I have these on my Cruze that came with it when I bought it used.







I love them, well until recently. Something in the last week or two has caused the front left one to rattle when driving. I checked all the little clips and even swapped it out with a known non rattling one from another tire. It still rattles which leads me to believe its something with the fitment of my rim. Oh well, they are plastic covers, no worries, except they act as center cap dust covers for the hub bolt and I cant seem a place to find ones for the stock rims. Anyone know where I can look? 

Thank you,
Arthurni


----------



## MP81 (Jul 20, 2015)

So they are hubcaps over steel wheels? Mine used to "clack" all the time on my Cobalt until I took them off. 

I can't say they make a center cap for the steelies.


----------



## Taxman (Aug 10, 2017)

You're talking about these?
https://www.ebay.com/itm/322530737438

Would these work?
https://www.ebay.com/itm/123227630172


----------



## Arthurni (Feb 14, 2018)

MP81 said:


> So they are hubcaps over steel wheels? Mine used to "clack" all the time on my Cobalt until I took them off.
> 
> I can't say they make a center cap for the steelies.

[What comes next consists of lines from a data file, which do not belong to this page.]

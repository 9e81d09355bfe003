"""Where the explorer keeps the user's files: saved presets and the session autosaves.

The data folder is the platform's user data directory (via platformdirs,
which follows ``$XDG_DATA_HOME``), or ``$PROTOMIX_DATA_DIR`` when that is set.
Presets live in its ``presets`` sub-folder.

Each running explorer autosaves its flask to a file of its own,
``session-<id>.toml`` in the data folder, and holds a lock on
``.session-<id>.lock`` for as long as it runs (the operating system drops the
lock when the process ends, however it ends). A clean quit removes both. An
autosave whose lock nobody holds belongs to a session that ended without
quitting (a dropped connection, a crash, a kill): it is *orphaned*, and the
next explorer offers it back. Only an explicit "discard" deletes one.

Every write goes through :func:`chem.write_atomic` (temporary file,
fsync, rename). Nothing here touches chemistry: mixtures are read and
written by :mod:`chem`. Every problem with a folder or a file raises
:class:`StorageError` or :class:`chem.ChemError` with a one-line message.
"""

from __future__ import annotations

import os
import re
import secrets
import threading
import time
from dataclasses import dataclass, field
from pathlib import Path

import chem
from chem import clean_stale_temps, read_preset_bytes

try:
    import fcntl
except ImportError:                                     # not on every platform
    fcntl = None  # type: ignore[assignment]

DATA_DIR_ENV = "PROTOMIX_DATA_DIR"
#: Suffix given to an autosave that cannot be read, when it is moved aside (no longer offered).
UNREADABLE_SUFFIX = ".unreadable"

_NAME_OK = re.compile(r"^[A-Za-z0-9][A-Za-z0-9 _.+-]{0,79}$")
_AUTOSAVE_NAME = re.compile(r"^session(-[A-Za-z0-9_-]{1,64})?\.toml$")


class StorageError(Exception):
    """A file name or folder problem, with a one-line message for the user."""


@dataclass(frozen=True)
class PresetEntry:
    """One preset file as listed in the picker."""

    path: Path
    title: str
    """The preset's title, or its file name when it has none."""
    shipped: bool
    """True for presets shipped with protomix, False for the user's own."""
    problem: str | None = None
    """Why the file cannot be opened, or None when it loads."""

    @property
    def name(self) -> str:
        """File name without the ``.toml`` suffix."""
        return self.path.name.removesuffix(".toml")


def data_dir() -> Path:
    """The folder for the user's protomix files (not created here).

    Raises :class:`StorageError` when ``$PROTOMIX_DATA_DIR`` names the home folder of a
    user that does not exist, or no home folder can be found.
    """
    override = os.environ.get(DATA_DIR_ENV)
    try:
        if override:
            return Path(override).expanduser().absolute()
        from platformdirs import user_data_dir

        return Path(user_data_dir("protomix", appauthor=False)).absolute()
    except (RuntimeError, KeyError, OSError) as exc:   # "~nobody-here": no such user or home folder
        where = f"{DATA_DIR_ENV}={override!r}" if override else "the home folder"
        raise StorageError(f"cannot use {where} as the data folder ({exc})") from None


def presets_dir() -> Path:
    """The folder of the user's own presets (not created here)."""
    return data_dir() / "presets"


def _make_folder(folder: Path) -> Path:
    try:
        folder.mkdir(parents=True, exist_ok=True)
    except FileExistsError:
        raise StorageError(f"cannot use {folder}: it is a file, not a folder") from None
    except OSError as exc:
        raise StorageError(f"cannot create {folder} ({exc.strerror or exc})") from None
    if not folder.is_dir():
        raise StorageError(f"cannot use {folder}: it is not a folder")
    return folder


def preset_path(name: str) -> Path:
    """The user preset file for ``name``; raises :class:`StorageError` for an unusable name."""
    name = name.strip().removesuffix(".toml").strip()
    if not name:
        raise StorageError("give the preset a name")
    if not _NAME_OK.match(name):
        raise StorageError("use letters, digits, spaces and - _ . + only (at most 80 characters, "
                           "starting with a letter or digit)")
    return presets_dir() / f"{name}.toml"


def _entry(path, shipped: bool) -> PresetEntry:
    name = path.name
    try:
        raw = path.read_bytes() if shipped else read_preset_bytes(path, name)
        mixture = chem.loads_preset(raw, name)
    except chem.ChemError as exc:
        return PresetEntry(Path(str(path)), name.removesuffix(".toml"), shipped, str(exc))
    except OSError as exc:
        return PresetEntry(Path(str(path)), name.removesuffix(".toml"), shipped, exc.strerror or str(exc))
    return PresetEntry(Path(str(path)), mixture.title or name.removesuffix(".toml"), shipped)


def list_presets() -> list[PresetEntry]:
    """Shipped presets, then the user's own, each sorted by file name.

    A user preset that cannot be read is listed with its problem (never raised); a
    data folder that cannot be used lists the shipped presets only.
    """
    entries = [_entry(p, True) for p in chem.shipped_presets()]
    try:
        folder = presets_dir()
        if folder.is_dir():
            entries += [_entry(p, False) for p in sorted(folder.glob("*.toml")) if not p.name.startswith(".")]
    except (StorageError, OSError):
        pass
    return entries


def save_user_preset(mixture: chem.Mixture, name: str, *, overwrite: bool = False) -> Path:
    """Save ``mixture`` as the user preset ``name`` (atomic; refuses to overwrite unless asked)."""
    path = preset_path(name)
    _make_folder(path.parent)
    return chem.save_preset(mixture, path, overwrite=overwrite)


def tidy_up() -> int:
    """Remove temporary files that killed saves left in the data and presets folders; returns how many."""
    try:
        folder = data_dir()
    except StorageError:
        return 0
    return clean_stale_temps(folder) + clean_stale_temps(folder / "presets")


# -- locks ---------------------------------------------------------------------------------------

def _lock_path(autosave: Path) -> Path:
    return autosave.with_name(f".{autosave.stem}.lock")


def _try_lock(path: Path, *, create: bool) -> tuple[int | None, bool]:
    """(descriptor holding an exclusive lock on ``path``, or None; whether someone else holds it).

    A lock that cannot be taken because the file cannot be opened (a read-only folder) is
    reported as not held by anyone: no running explorer can be writing there either. A lock
    file removed by another explorer while this one was taking it is taken again afresh.
    """
    if fcntl is None:
        return None, False
    for _attempt in range(5):
        try:
            fd = os.open(path, os.O_RDWR | (os.O_CREAT if create else 0) | getattr(os, "O_CLOEXEC", 0), 0o600)
        except OSError:
            try:
                fd = os.open(path, os.O_RDONLY | getattr(os, "O_CLOEXEC", 0))
            except OSError:
                return None, False
        try:
            fcntl.flock(fd, fcntl.LOCK_EX | fcntl.LOCK_NB)
        except BlockingIOError:
            os.close(fd)
            return None, True
        except OSError:
            os.close(fd)
            return None, False
        try:
            if os.stat(path).st_ino == os.fstat(fd).st_ino:
                return fd, False
        except OSError:
            pass
        os.close(fd)                                    # it was removed meanwhile: lock the new one
        if not create:
            return None, False
    return None, False


def _unlock(fd: int | None) -> None:
    if fd is not None:
        try:
            os.close(fd)
        except OSError:
            pass


# -- this session's autosave ---------------------------------------------------------------------

class Autosave:
    """This session's own autosave file, written in order, with the lock that marks it in use.

    :meth:`write` may be called from any thread. Each call carries a sequence number
    taken when the edit was made; a write older than the one already on disk is
    dropped, so a slow worker can never put an older flask over a newer one.
    """

    def __init__(self, folder: Path) -> None:
        self.folder = folder
        session = f"{time.strftime('%Y%m%d-%H%M%S')}-{os.getpid()}-{secrets.token_hex(3)}"
        self.path = folder / f"session-{session}.toml"
        self._lock_fd: int | None = None
        self._mutex = threading.Lock()
        self._sequence = -1
        self.holds: chem.Mixture | None = None
        """The mixture the file holds (None: nothing written yet)."""

    @classmethod
    def begin(cls) -> "Autosave":
        """Create the data folder if needed and claim a new autosave; raises :class:`StorageError`."""
        folder = _make_folder(data_dir())
        autosave = cls(folder)
        fd, _ = _try_lock(_lock_path(autosave.path), create=True)
        if fd is None and fcntl is not None:
            raise StorageError(f"cannot write in {folder} (the autosave needs a lock file there)")
        autosave._lock_fd = fd
        return autosave

    def write(self, mixture: chem.Mixture, sequence: int) -> bool:
        """Write ``mixture`` unless a newer one (higher ``sequence``) is already on disk.

        Returns True when the file holds ``mixture`` afterwards. Raises :class:`StorageError`.
        """
        with self._mutex:
            if sequence < self._sequence:
                return False
            if mixture != self.holds:
                try:
                    chem.save_preset(mixture, self.path, overwrite=True)
                except chem.ChemError as exc:
                    raise StorageError(str(exc)) from None
                self.holds = mixture
            self._sequence = sequence
            return True

    def release(self) -> None:
        """Let go of the lock and keep the file: the session ends without quitting (it becomes an orphan)."""
        with self._mutex:
            self._sequence = 1 << 62                     # nothing more is written
            _unlock(self._lock_fd)
            self._lock_fd = None

    def remove(self) -> None:
        """The session ended cleanly: delete the file and the lock file."""
        with self._mutex:
            self._sequence = 1 << 62
            for path in (self.path, _lock_path(self.path)):
                try:
                    path.unlink()
                except OSError:
                    pass
            _unlock(self._lock_fd)
            self._lock_fd = None


# -- sessions that ended without quitting --------------------------------------------------------

@dataclass
class Orphan:
    """An autosave whose session ended without quitting; held (locked) while it is being offered."""

    path: Path
    mixture: chem.Mixture | None
    """What it holds, or None when it cannot be read (see :attr:`problem`)."""
    problem: str | None
    saved_at: float
    """When it was last written (seconds since the epoch)."""
    _lock_fd: int | None = field(default=None, repr=False)

    def discard(self) -> None:
        """Delete it (the user said so). Raises :class:`StorageError` when it cannot be deleted."""
        try:
            self.path.unlink()
        except FileNotFoundError:
            pass
        except OSError as exc:
            raise StorageError(f"cannot delete {self.path} ({exc.strerror or exc})") from None
        finally:
            self._drop_lock(delete=True)

    def keep(self) -> None:
        """Leave it for a later session to offer."""
        self._drop_lock(delete=False)

    def set_aside(self) -> Path:
        """Move an unreadable autosave file out of the way (kept for inspection, no longer offered).

        Anything but a regular file (a folder, a device) is never moved: it is not ours.
        """
        aside = self.path.with_name(self.path.name + UNREADABLE_SUFFIX)
        if not self.path.is_file() or self.path.is_symlink():
            self._drop_lock(delete=False)
            raise StorageError("it is not a regular file")
        try:
            os.replace(self.path, aside)
        except OSError as exc:
            self._drop_lock(delete=False)
            raise StorageError(f"cannot move it aside ({exc.strerror or exc})") from None
        self._drop_lock(delete=True)
        return aside

    def _drop_lock(self, *, delete: bool) -> None:
        if delete:
            try:
                _lock_path(self.path).unlink()
            except OSError:
                pass
        _unlock(self._lock_fd)
        self._lock_fd = None


def orphaned_autosaves(own: Path | None = None) -> list[Orphan]:
    """Autosaves of sessions that ended without quitting, newest first (``own`` left out).

    Each is locked until :meth:`Orphan.discard`, :meth:`Orphan.keep` or
    :meth:`Orphan.set_aside` is called, so two explorers starting together do not both
    offer it. Raises :class:`StorageError` when the data folder cannot be used; a file
    that cannot be read is returned with its problem.
    """
    folder = data_dir()
    try:
        names = sorted(os.listdir(folder))
    except FileNotFoundError:
        return []
    except NotADirectoryError:
        raise StorageError(f"cannot use {folder}: it is a file, not a folder") from None
    except OSError as exc:
        raise StorageError(f"cannot read the folder {folder} ({exc.strerror or exc})") from None
    found = []
    for name in names:
        path = folder / name
        if not _AUTOSAVE_NAME.match(name) or path == own:
            continue
        fd, in_use = _try_lock(_lock_path(path), create=True)
        if in_use:
            continue                                    # a running explorer's own autosave
        try:
            saved_at = os.lstat(path).st_mtime
        except OSError:
            _unlock(fd)
            continue
        try:
            mixture, problem = chem.loads_preset(read_preset_bytes(path, name), name), None
        except chem.ChemError as exc:
            mixture, problem = None, str(exc)
        found.append(Orphan(path, mixture, problem, saved_at, fd))
    _forget_stale_locks(folder, names)
    found.sort(key=lambda o: o.saved_at, reverse=True)
    return found


def _forget_stale_locks(folder: Path, names: list[str]) -> None:
    """Remove lock files of sessions that ended before writing any autosave."""
    present = set(names)
    for name in names:
        if not (name.startswith(".session") and name.endswith(".lock")):
            continue
        if f"{name[1:-len('.lock')]}.toml" in present:
            continue
        fd, in_use = _try_lock(folder / name, create=False)
        if fd is not None and not in_use:
            try:
                (folder / name).unlink()
            except OSError:
                pass
        _unlock(fd)
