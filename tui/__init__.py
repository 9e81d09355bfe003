"""protomix terminal front ends: the full-screen explorer and the line commands.

Nothing here computes chemistry: every number comes from :mod:`chem`.
"""
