"""Species names as chemists write them: HPO₄²⁻, CaHCO₃⁺, Cu(NH₃)₄²⁺.

Text formatting only. The library and preset files write names in ASCII with a
charge suffix (``HPO4^2-``, ``CaHCO3+``, ``Cu(NH3)4^2+``); on a terminal that can
draw them, the explorer shows the counts as subscripts and the charge as a
superscript. Files, JSON and the line commands keep the ASCII names.

A name is rewritten only when it looks like a formula: letters, digits and
brackets, then an optional charge. Anything else (``compound 7 base (s)``, a
mineral name) is shown as written, so a custom name is never mangled. Every name
goes through :func:`tui.text.printable` first (names come from shared presets).
"""

from __future__ import annotations

import re
from functools import lru_cache

from tui.text import printable

_SUB = str.maketrans("0123456789", "₀₁₂₃₄₅₆₇₈₉")
_SUP = str.maketrans("0123456789+-", "⁰¹²³⁴⁵⁶⁷⁸⁹⁺⁻")

#: A formula body (letters, digits, brackets) and an optional charge: ``^2-``, ``^+``, ``+``, ``-``.
_FORMULA = re.compile(r"^(?P<body>[A-Za-z(\[][A-Za-z0-9()\[\]]*)(?P<charge>\^[0-9]*[+-]|[+-])?$")
#: Digits that count atoms or groups: right after a letter or a closing bracket.
_COUNT = re.compile(r"(?<=[A-Za-z)\]])[0-9]+")


@lru_cache(maxsize=4096)
def pretty(name: str) -> str:
    """``name`` with subscript counts and a superscript charge, when it looks like a formula.

    >>> pretty("HPO4^2-"), pretty("CaHCO3+"), pretty("Cu(NH3)4^2+"), pretty("compound 7 base")
    ('HPO₄²⁻', 'CaHCO₃⁺', 'Cu(NH₃)₄²⁺', 'compound 7 base')
    """
    safe = printable(name)
    found = _FORMULA.match(safe)
    if found is None:
        return safe
    body = _COUNT.sub(lambda m: m.group(0).translate(_SUB), found.group("body"))
    charge = (found.group("charge") or "").lstrip("^")
    return body + charge.translate(_SUP)


def shown_name(name: str, utf8: bool) -> str:
    """How the explorer shows a species, solid formula or gas: :func:`pretty` where the terminal can draw it.

    Args:
        name: The ASCII name from the library or a preset.
        utf8: Whether the terminal's locale is UTF-8; otherwise the ASCII name is kept.
    """
    return pretty(name) if utf8 else printable(name)


def shown_unit(text: str, utf8: bool) -> str:
    """A unit typed in ASCII (``uatm``, ``uM``) with µ where the terminal can draw it."""
    return re.sub(r"(?<![A-Za-z])u(?=(?:atm|M|mol|g|L)\b)", "µ", printable(text)) if utf8 else printable(text)
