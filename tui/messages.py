"""Messages the explorer's background work posts back to the app.

Each carries the ``generation`` of the request it answers; the app applies a
message only when that is still the newest request, so late answers to old
questions are dropped.
"""

from __future__ import annotations

from dataclasses import dataclass

from textual.message import Message

import chem
from tui.widgets.plot_area import PlotImage


@dataclass
class Plotted(Message):
    """The plot of request ``generation`` was built, ready to show as it is."""

    generation: int
    image: PlotImage
    title: str


@dataclass
class Solved(Message):
    """The mixture of request ``generation`` was solved (``result.converged`` may be False)."""

    generation: int
    result: chem.Equilibrium
    capacity: float | None = None
    """β at the solved pH, mol/(L·pH); None when the solve did not converge."""
    plot: Plotted | None = None
    """The plot for this result when it was drawn in time (else a :class:`Plotted` follows, if any)."""


@dataclass
class AutosaveWritten(Message):
    """An autosave write from the worker ended: ``problem`` is None when it worked."""

    problem: str | None = None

No they are stock rims with these covers on them. I like the look but have to take them off to get the wheels off, and they clack when driving. They act as the center cap though so can't leave them off without getting center caps.


----------



## Arthurni (Feb 14, 2018)

Taxman said:


> You're talking about these?
> https://www.ebay.com/itm/322530737438
> 
> Would these work?
> https://www.ebay.com/itm/123227630172


In theory yes, thank you! I need to measure the diameter now that I see they aren't a standard size.


----------



## Arthurni (Feb 14, 2018)

This is with them off.


----------



## Arthurni (Feb 14, 2018)

In case anyone is wondering who also has these, I found out that the center caps actually do pop out of the black covers with a little force. Well I feel a little silly, thank you everyone for your help.


----------



## MP81 (Jul 20, 2015)

Oh! Those are the regular rims - interesting they put black covers over them...guess I've never seen that wheel in black. 

Glad you figured it out, though.


----------